* _GOAL OF THE EXERCISE_: Your reply should be made up of every line in the records below that holds the string "schemaFiles".

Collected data
»»
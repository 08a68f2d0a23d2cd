// Writes the JSON Schemas of all files that people write by hand: deno task schemas. Editors complete and check with them.
import { fileURLToPath } from "node:url";
import { z } from "zod";
import { platformSchema } from "../shared/schemas/platform.ts";
import { requestSchema } from "../shared/schemas/request.ts";
import { jsonSchemas } from "./ingest/mod.ts";
import { ownRulesSchema } from "./query/flag/rules_schema.ts";

const FOLDER = fileURLToPath(new URL("../shared/schemas/json/", import.meta.url));

/** File name → text, of every schema. */
export function schemaFiles(): Map<string, string> {
  const all: Record<string, unknown> = {
    ...jsonSchemas(),
    platform: z.toJSONSchema(platformSchema, { io: "input" }),
    request: z.toJSONSchema(requestSchema, { io: "input" }),
    "flag-rules": z.toJSONSchema(ownRulesSchema, { io: "input" }),
  };
  return new Map(
    Object.entries(all).map((
      [name, schema],
    ) => [`${name}.schema.json`, `${JSON.stringify(schema, null, 2)}\n`]),
  );
}

if (import.meta.main) {
  await Deno.mkdir(FOLDER, { recursive: true });
  for (const [name, text] of schemaFiles()) await Deno.writeTextFile(FOLDER + name, text);
}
««
* _WRITTEN REPLY_:
export function schemaFiles(): Map<string, string> {
  for (const [name, text] of schemaFiles()) await Deno.writeTextFile(FOLDER + name, text);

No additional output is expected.